* **YOUR INSTRUCTIONS**:
The output is the lines below from the one with "flat CES, sigma" through the one with "from ..elasticities import", both included, printed exactly and with no other line.

---------- RECORDS PROVIDED ----------

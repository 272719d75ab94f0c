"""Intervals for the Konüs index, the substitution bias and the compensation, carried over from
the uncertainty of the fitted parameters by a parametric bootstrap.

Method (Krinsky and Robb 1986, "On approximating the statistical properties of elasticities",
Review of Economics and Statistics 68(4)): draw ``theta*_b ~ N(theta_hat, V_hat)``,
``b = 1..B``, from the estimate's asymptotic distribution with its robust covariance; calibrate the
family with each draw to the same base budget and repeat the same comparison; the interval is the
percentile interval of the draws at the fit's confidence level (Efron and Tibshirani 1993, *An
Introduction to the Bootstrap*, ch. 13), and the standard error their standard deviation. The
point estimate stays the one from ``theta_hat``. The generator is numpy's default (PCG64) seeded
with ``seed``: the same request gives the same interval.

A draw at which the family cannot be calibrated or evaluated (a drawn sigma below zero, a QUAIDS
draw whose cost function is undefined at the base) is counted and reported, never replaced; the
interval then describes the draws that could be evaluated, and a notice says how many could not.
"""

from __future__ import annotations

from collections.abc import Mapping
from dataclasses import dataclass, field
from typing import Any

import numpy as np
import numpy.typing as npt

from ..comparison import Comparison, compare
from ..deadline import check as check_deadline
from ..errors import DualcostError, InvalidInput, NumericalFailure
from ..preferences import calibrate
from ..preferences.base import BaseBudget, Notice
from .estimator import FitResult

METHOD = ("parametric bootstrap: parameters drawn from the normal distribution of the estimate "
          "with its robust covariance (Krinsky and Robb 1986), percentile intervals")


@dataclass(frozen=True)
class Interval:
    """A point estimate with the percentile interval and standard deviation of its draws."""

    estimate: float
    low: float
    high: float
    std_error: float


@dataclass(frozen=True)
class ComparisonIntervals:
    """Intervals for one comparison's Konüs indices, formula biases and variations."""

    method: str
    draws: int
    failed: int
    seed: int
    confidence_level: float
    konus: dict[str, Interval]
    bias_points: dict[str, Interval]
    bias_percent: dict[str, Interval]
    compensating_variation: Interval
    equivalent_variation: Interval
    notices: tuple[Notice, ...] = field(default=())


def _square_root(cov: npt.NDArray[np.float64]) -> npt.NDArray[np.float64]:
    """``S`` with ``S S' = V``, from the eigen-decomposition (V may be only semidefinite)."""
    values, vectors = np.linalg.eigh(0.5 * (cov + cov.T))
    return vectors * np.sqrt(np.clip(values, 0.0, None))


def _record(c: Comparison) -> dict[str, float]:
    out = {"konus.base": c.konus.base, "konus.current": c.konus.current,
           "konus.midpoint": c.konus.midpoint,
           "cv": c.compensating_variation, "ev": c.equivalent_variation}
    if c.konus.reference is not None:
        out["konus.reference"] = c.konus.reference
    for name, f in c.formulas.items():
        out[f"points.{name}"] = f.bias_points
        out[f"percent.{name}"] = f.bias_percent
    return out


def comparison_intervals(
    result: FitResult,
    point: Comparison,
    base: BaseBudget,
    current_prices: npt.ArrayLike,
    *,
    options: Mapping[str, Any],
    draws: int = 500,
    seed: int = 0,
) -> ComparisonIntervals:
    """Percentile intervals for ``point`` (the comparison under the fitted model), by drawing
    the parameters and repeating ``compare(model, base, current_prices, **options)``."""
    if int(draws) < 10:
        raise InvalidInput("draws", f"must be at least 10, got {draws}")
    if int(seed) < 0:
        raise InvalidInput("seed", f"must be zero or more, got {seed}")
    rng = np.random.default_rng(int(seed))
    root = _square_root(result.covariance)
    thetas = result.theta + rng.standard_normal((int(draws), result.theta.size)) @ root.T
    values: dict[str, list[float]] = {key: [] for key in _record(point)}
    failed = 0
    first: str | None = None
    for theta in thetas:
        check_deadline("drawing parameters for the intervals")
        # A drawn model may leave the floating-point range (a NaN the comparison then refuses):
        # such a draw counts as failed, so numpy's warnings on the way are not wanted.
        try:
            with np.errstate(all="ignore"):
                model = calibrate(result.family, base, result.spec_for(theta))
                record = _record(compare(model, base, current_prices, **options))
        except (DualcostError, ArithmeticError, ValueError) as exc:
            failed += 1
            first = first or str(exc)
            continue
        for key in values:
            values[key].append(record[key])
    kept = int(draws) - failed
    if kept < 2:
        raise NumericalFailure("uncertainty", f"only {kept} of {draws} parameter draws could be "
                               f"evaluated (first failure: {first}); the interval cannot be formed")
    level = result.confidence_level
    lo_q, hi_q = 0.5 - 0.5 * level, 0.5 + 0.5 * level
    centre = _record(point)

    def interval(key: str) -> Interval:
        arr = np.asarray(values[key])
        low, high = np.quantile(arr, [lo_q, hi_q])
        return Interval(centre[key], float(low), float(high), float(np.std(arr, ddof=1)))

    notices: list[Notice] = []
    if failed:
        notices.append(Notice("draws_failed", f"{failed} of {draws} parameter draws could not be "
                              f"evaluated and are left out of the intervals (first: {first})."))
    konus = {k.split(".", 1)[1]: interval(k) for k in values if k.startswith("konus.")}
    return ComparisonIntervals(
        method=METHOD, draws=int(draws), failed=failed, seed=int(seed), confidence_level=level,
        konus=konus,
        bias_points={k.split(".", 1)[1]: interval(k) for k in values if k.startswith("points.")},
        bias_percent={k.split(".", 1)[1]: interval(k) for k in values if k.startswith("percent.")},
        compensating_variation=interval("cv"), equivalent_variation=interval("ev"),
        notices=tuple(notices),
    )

----------
---------- RECORDS PROVIDED ----------

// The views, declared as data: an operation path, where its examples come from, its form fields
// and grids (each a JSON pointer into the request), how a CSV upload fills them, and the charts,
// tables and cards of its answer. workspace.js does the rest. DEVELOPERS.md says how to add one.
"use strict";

----------
---------- RECORDS PROVIDED ----------

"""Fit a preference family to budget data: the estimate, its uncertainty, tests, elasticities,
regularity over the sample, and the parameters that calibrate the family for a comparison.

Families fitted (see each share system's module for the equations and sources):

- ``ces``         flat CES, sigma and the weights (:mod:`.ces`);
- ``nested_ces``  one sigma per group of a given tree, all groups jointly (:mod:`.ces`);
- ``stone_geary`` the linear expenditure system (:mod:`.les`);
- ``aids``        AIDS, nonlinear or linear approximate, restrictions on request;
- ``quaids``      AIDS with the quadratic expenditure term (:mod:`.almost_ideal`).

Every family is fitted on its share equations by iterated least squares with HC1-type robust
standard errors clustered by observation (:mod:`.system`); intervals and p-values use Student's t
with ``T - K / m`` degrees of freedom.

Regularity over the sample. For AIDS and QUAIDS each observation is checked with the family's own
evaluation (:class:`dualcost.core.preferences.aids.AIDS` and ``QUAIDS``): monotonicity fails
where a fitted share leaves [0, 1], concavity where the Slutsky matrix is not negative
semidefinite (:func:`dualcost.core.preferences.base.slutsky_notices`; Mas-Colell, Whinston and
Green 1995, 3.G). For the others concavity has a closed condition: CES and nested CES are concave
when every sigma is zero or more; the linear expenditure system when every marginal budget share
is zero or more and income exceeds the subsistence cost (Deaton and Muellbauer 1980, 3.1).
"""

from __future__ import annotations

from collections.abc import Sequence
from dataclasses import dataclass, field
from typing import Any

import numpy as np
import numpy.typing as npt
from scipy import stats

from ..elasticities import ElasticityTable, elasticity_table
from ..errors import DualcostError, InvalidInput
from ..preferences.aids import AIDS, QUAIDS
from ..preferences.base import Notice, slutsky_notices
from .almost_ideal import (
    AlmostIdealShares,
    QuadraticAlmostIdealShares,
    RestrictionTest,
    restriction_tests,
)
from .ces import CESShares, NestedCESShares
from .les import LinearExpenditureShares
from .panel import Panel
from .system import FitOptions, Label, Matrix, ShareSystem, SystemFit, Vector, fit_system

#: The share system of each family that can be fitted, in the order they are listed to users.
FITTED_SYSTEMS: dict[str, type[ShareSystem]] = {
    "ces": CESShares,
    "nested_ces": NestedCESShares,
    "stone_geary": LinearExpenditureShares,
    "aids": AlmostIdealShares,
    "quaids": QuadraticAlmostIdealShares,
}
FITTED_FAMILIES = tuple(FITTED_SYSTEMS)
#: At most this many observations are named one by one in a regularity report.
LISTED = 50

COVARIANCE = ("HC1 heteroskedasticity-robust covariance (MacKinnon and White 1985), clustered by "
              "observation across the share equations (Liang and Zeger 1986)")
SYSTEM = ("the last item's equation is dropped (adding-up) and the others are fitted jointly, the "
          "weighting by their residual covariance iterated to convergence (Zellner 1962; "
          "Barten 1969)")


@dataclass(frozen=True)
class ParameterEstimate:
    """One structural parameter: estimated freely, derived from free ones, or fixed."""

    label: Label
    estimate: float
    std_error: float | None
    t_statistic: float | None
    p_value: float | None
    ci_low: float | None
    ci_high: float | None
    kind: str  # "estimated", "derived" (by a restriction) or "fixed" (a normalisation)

----------

* **EXERCISE ANSWER**:
- ``ces``         flat CES, sigma and the weights (:mod:`.ces`);
- ``nested_ces``  one sigma per group of a given tree, all groups jointly (:mod:`.ces`);
- ``stone_geary`` the linear expenditure system (:mod:`.les`);
- ``aids``        AIDS, nonlinear or linear approximate, restrictions on request;
- ``quaids``      AIDS with the quadratic expenditure term (:mod:`.almost_ideal`).

Every family is fitted on its share equations by iterated least squares with HC1-type robust
standard errors clustered by observation (:mod:`.system`); intervals and p-values use Student's t
with ``T - K / m`` degrees of freedom.

Regularity over the sample. For AIDS and QUAIDS each observation is checked with the family's own
evaluation (:class:`dualcost.core.preferences.aids.AIDS` and ``QUAIDS``): monotonicity fails
where a fitted share leaves [0, 1], concavity where the Slutsky matrix is not negative
semidefinite (:func:`dualcost.core.preferences.base.slutsky_notices`; Mas-Colell, Whinston and
Green 1995, 3.G). For the others concavity has a closed condition: CES and nested CES are concave
when every sigma is zero or more; the linear expenditure system when every marginal budget share
is zero or more and income exceeds the subsistence cost (Deaton and Muellbauer 1980, 3.1).
"""

from __future__ import annotations

from collections.abc import Sequence
from dataclasses import dataclass, field
from typing import Any

import numpy as np
import numpy.typing as npt
from scipy import stats

from ..elasticities import ElasticityTable, elasticity_table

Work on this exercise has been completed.